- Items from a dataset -
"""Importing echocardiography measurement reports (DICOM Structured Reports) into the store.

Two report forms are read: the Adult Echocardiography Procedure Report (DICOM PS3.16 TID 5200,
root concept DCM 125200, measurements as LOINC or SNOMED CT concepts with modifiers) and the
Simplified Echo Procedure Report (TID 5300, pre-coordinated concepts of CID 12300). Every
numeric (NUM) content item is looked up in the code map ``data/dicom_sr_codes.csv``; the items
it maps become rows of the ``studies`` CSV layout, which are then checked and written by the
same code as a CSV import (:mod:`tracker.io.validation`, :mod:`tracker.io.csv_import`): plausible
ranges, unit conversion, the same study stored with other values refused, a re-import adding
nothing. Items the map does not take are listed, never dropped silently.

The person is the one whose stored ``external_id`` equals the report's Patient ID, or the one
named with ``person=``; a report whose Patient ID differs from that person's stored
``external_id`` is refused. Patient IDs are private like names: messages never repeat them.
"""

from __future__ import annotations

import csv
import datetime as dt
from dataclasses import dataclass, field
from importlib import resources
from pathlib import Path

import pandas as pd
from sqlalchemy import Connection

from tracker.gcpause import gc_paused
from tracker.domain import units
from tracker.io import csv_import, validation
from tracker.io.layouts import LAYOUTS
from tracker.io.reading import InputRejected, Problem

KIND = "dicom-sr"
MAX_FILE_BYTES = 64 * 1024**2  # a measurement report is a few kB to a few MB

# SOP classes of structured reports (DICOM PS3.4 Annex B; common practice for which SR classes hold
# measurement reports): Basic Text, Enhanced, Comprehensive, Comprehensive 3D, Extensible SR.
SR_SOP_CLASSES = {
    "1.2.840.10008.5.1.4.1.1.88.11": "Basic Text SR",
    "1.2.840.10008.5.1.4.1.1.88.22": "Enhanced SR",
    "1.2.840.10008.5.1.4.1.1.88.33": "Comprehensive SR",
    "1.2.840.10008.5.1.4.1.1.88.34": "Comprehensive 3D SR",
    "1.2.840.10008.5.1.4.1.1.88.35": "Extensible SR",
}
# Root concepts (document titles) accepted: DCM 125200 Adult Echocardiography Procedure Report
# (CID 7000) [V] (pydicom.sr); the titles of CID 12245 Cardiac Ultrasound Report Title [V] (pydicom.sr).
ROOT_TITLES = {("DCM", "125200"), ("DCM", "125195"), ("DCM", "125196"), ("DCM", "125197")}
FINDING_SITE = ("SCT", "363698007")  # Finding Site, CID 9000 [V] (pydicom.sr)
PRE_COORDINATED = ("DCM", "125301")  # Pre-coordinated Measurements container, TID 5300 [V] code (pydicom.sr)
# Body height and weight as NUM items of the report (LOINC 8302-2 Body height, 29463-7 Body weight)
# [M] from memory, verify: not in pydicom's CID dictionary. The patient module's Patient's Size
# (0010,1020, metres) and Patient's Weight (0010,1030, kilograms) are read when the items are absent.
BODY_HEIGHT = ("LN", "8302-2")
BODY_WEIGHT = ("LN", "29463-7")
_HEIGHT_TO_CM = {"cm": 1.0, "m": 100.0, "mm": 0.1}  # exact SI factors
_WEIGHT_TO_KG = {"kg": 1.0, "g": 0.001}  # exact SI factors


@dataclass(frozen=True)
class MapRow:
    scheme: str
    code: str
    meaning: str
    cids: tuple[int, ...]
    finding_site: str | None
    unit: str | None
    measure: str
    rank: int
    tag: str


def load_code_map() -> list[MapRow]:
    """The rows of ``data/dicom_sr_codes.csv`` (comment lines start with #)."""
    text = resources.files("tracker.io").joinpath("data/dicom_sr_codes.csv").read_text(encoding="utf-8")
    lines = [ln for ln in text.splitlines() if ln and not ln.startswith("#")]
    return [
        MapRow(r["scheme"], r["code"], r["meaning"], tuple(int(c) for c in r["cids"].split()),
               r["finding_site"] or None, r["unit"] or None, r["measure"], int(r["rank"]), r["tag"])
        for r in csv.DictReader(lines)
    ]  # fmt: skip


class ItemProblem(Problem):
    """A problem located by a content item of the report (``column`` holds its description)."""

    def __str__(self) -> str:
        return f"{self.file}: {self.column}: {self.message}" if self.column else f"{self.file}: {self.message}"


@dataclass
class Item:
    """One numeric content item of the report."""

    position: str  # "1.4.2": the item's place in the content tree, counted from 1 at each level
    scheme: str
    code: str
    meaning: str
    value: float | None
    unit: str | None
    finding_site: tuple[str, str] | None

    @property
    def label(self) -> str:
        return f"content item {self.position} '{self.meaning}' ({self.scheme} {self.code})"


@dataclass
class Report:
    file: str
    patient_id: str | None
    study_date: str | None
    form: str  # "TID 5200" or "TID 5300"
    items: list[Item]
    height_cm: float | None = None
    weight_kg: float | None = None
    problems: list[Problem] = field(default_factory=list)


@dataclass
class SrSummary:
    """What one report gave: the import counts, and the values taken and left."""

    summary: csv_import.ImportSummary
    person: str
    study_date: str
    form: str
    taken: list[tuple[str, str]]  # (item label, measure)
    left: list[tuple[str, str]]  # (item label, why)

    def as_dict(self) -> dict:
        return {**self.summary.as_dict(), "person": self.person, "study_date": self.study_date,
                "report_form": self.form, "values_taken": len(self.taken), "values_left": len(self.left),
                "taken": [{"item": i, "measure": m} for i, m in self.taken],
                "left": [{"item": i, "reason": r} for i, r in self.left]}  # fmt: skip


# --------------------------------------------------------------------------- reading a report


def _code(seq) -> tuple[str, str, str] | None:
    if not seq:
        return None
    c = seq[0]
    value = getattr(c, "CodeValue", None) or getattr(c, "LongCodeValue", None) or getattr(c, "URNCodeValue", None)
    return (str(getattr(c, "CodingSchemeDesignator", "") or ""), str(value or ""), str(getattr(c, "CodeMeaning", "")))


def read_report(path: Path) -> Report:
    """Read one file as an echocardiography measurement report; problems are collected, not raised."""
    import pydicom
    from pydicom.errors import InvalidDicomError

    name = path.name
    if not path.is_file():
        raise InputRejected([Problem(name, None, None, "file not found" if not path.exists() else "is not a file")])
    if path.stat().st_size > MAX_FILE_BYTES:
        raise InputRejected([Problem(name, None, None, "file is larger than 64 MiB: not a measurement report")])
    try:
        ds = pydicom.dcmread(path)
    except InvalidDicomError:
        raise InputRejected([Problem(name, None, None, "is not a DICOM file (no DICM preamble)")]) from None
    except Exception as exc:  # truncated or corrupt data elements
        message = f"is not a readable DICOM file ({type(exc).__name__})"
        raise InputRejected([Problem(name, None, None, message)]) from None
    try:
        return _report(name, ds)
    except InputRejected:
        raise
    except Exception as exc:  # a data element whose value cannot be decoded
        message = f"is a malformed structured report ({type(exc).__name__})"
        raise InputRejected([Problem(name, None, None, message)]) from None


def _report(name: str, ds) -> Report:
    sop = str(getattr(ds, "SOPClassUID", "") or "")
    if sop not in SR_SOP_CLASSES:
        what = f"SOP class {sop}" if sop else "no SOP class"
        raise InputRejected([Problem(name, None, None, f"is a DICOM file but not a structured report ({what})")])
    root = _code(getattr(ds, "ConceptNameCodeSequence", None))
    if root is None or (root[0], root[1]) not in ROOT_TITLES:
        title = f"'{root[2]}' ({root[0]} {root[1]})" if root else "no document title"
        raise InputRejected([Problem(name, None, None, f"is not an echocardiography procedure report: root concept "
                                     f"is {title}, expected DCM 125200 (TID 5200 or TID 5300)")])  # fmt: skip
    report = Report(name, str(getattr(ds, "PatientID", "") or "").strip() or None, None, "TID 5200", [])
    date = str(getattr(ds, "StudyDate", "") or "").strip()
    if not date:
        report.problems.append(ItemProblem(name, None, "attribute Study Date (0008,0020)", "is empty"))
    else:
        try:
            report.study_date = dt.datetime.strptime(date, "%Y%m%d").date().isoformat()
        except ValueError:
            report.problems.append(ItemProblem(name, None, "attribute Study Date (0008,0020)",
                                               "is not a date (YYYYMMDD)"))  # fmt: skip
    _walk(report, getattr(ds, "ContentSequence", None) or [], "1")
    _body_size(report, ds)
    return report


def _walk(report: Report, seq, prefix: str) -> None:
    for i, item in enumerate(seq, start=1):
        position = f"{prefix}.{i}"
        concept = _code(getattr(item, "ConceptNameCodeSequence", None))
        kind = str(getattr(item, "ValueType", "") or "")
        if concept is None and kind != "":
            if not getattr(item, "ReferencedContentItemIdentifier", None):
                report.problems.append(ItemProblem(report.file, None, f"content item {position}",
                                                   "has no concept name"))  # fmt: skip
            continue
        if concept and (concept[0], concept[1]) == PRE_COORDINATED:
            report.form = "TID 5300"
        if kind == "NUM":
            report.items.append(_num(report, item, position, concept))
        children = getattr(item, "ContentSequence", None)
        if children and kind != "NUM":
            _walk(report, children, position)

==

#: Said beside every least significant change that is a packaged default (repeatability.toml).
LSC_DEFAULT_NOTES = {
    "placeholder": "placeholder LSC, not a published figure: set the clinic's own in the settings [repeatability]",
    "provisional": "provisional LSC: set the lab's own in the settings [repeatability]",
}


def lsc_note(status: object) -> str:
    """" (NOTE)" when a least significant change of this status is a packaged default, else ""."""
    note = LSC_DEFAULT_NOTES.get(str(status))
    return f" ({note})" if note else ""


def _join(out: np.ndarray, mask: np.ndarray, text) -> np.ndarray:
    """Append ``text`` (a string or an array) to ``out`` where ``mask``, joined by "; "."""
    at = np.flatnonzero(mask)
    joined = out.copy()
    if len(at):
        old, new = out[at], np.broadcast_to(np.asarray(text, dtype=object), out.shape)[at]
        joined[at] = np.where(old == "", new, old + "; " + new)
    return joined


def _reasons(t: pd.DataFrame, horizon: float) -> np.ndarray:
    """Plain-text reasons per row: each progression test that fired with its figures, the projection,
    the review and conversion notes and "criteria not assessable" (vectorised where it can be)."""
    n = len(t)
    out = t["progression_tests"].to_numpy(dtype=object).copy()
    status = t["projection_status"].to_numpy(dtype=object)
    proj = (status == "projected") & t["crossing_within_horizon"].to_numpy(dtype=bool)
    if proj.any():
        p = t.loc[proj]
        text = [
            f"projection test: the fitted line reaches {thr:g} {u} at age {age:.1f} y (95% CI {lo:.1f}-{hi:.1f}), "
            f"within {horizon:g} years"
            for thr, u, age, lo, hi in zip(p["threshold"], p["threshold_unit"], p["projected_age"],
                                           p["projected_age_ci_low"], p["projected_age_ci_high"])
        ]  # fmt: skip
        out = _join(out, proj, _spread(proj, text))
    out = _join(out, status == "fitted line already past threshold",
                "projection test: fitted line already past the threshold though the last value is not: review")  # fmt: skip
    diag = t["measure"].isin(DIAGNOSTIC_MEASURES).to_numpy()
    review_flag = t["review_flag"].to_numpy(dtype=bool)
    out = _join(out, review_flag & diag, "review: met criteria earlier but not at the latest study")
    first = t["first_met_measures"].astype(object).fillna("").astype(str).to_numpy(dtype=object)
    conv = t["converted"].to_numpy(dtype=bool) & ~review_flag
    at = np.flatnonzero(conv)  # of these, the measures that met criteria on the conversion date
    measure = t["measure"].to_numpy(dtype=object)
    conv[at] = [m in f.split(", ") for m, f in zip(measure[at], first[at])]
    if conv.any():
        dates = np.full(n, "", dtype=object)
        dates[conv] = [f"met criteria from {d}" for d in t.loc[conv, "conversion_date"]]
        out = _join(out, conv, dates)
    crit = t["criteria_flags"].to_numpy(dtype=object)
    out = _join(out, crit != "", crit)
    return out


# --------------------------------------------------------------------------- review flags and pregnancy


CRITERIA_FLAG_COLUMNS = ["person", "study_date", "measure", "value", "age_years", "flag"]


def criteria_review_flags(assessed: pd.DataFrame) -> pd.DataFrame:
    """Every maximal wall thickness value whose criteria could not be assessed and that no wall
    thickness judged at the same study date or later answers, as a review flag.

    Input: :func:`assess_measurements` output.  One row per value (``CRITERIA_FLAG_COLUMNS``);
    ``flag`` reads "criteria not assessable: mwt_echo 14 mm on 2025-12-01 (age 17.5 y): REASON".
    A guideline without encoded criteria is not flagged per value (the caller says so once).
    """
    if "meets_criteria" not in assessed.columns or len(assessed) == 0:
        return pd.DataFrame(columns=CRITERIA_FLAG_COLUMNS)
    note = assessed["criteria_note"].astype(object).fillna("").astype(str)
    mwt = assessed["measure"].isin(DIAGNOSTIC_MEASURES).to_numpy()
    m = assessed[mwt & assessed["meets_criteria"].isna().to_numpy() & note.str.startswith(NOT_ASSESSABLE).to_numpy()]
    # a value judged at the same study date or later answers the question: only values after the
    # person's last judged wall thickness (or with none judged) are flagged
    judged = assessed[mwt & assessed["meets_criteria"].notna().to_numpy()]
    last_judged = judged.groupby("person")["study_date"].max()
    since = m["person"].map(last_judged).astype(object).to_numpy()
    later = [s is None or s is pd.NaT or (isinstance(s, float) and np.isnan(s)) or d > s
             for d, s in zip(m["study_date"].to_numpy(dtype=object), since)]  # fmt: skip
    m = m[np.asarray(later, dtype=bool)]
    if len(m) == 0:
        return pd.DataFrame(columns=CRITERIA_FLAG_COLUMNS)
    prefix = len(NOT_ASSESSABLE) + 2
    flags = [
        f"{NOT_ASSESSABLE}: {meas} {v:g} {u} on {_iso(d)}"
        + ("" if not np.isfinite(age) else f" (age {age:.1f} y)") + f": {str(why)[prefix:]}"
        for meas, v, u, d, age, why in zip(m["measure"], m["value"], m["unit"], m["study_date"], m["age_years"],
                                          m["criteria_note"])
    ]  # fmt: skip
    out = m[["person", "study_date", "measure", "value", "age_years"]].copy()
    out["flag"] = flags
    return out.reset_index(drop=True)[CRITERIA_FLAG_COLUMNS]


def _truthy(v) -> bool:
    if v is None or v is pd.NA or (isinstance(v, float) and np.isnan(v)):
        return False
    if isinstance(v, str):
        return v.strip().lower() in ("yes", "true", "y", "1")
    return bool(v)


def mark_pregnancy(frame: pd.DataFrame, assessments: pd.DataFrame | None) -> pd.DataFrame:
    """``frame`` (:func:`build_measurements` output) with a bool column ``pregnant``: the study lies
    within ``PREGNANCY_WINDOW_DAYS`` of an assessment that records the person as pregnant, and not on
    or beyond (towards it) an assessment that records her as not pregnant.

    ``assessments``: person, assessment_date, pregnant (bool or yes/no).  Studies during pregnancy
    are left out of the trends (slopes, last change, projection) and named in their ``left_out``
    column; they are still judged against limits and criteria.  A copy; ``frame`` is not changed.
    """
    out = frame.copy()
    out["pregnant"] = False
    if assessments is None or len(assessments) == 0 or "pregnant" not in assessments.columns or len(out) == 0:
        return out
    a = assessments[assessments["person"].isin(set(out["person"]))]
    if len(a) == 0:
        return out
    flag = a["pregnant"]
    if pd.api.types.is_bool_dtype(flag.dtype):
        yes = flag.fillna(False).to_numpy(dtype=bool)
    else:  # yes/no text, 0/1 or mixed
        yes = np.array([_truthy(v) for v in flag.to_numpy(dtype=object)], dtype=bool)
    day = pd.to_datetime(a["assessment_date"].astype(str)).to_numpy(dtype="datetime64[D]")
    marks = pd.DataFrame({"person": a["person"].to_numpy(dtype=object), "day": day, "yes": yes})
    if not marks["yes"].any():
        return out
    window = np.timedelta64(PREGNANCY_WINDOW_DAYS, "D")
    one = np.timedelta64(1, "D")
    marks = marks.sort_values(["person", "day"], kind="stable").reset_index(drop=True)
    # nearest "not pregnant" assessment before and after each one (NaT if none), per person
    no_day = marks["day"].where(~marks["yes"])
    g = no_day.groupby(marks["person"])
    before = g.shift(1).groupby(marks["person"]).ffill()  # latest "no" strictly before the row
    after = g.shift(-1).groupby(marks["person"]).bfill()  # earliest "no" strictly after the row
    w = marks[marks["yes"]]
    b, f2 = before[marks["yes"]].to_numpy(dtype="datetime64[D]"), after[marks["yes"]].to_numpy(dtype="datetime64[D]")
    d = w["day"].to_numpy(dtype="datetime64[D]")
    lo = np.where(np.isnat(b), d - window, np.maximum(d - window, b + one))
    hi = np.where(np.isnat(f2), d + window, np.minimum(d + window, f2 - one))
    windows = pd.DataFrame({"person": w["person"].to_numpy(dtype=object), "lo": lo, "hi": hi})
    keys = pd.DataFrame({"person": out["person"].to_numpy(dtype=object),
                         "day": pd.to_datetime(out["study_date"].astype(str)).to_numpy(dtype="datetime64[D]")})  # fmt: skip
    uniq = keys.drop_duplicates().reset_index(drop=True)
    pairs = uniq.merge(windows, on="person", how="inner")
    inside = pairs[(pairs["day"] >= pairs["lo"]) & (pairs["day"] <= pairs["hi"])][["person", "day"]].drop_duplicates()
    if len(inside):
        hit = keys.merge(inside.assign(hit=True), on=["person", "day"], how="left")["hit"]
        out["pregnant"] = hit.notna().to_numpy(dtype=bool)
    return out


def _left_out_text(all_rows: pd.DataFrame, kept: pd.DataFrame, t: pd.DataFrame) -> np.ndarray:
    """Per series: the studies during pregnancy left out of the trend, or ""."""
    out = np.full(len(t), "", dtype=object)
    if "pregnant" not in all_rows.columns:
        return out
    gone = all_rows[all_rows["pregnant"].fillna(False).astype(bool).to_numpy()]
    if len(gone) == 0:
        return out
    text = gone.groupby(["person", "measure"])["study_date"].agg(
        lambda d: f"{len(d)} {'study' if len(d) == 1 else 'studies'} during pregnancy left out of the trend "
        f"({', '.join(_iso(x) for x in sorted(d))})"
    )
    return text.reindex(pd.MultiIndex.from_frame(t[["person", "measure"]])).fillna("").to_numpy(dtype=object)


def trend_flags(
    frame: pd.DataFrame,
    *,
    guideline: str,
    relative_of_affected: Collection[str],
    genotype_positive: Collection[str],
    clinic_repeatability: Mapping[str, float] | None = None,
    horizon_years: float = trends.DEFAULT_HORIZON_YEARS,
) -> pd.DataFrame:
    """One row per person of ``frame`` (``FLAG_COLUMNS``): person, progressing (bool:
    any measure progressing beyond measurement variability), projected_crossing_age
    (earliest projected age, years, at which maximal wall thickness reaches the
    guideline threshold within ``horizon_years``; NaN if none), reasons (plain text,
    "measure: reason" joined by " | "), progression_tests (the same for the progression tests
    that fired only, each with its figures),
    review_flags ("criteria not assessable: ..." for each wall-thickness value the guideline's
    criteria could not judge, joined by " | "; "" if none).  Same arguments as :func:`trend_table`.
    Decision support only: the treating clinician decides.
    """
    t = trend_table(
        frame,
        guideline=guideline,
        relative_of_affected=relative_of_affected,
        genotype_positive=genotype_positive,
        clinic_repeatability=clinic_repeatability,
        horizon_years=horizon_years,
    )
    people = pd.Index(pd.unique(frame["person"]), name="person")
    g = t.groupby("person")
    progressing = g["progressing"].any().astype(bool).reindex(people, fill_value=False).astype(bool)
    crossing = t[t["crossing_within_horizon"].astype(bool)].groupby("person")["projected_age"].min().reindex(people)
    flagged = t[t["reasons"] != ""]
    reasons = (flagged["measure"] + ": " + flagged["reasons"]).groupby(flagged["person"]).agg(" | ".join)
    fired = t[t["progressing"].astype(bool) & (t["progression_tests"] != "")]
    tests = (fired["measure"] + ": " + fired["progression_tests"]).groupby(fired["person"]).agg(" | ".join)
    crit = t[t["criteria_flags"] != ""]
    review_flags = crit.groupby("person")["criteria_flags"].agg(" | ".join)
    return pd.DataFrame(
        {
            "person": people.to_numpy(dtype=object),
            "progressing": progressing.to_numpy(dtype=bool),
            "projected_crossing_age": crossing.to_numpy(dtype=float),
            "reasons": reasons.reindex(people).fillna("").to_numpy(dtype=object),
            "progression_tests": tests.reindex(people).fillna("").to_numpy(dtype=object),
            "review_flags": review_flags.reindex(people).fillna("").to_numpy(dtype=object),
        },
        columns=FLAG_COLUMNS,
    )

...

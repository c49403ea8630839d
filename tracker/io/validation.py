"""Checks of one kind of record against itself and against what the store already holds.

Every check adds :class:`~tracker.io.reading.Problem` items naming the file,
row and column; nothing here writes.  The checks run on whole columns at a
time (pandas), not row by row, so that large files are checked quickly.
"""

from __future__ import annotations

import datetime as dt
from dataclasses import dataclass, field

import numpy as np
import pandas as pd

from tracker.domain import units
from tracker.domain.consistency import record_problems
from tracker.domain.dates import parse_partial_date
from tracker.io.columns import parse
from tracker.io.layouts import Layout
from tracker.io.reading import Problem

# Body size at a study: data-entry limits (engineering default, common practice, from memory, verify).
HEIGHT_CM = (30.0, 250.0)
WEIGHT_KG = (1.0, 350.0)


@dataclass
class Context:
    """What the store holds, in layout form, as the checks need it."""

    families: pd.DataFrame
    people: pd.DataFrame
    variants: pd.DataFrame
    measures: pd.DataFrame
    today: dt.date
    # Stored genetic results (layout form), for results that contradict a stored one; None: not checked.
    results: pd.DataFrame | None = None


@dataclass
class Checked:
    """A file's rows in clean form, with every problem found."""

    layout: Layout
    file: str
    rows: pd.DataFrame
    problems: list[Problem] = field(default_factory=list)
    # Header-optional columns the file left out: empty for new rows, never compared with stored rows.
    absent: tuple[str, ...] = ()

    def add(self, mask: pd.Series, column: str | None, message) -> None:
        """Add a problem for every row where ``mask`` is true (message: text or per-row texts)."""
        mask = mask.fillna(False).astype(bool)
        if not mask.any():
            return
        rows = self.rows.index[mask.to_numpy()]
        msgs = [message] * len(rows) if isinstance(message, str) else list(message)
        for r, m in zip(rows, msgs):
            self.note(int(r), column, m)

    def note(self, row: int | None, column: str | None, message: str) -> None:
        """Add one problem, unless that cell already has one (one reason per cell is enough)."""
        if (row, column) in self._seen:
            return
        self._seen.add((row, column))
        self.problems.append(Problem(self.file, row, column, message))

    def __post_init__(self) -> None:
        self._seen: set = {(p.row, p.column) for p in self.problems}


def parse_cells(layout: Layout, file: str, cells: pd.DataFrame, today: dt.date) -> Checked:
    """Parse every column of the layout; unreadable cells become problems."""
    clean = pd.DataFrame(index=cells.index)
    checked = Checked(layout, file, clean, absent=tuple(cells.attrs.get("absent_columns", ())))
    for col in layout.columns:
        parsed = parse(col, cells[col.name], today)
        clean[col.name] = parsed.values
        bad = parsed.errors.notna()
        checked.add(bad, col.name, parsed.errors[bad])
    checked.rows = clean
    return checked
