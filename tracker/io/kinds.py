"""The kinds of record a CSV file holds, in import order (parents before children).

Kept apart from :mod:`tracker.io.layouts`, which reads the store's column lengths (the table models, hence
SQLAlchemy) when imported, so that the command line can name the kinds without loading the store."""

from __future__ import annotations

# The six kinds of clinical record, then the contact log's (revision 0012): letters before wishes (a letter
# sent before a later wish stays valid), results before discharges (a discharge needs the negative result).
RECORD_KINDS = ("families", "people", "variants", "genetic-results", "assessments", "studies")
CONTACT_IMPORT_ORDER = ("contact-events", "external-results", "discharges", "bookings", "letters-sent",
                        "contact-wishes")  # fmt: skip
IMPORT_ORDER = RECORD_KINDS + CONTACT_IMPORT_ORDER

- Your instructions -
From the records above, reproduce exactly the lines from the one with "into the store." to the one with "same code as", both included, and no others.

- Response to the task -
"""Importing echocardiography measurement reports (DICOM Structured Reports) into the store.

Two report forms are read: the Adult Echocardiography Procedure Report (DICOM PS3.16 TID 5200,
root concept DCM 125200, measurements as LOINC or SNOMED CT concepts with modifiers) and the
Simplified Echo Procedure Report (TID 5300, pre-coordinated concepts of CID 12300). Every
numeric (NUM) content item is looked up in the code map ``data/dicom_sr_codes.csv``; the items
it maps become rows of the ``studies`` CSV layout, which are then checked and written by the
same code as a CSV import (:mod:`tracker.io.validation`, :mod:`tracker.io.csv_import`): plausible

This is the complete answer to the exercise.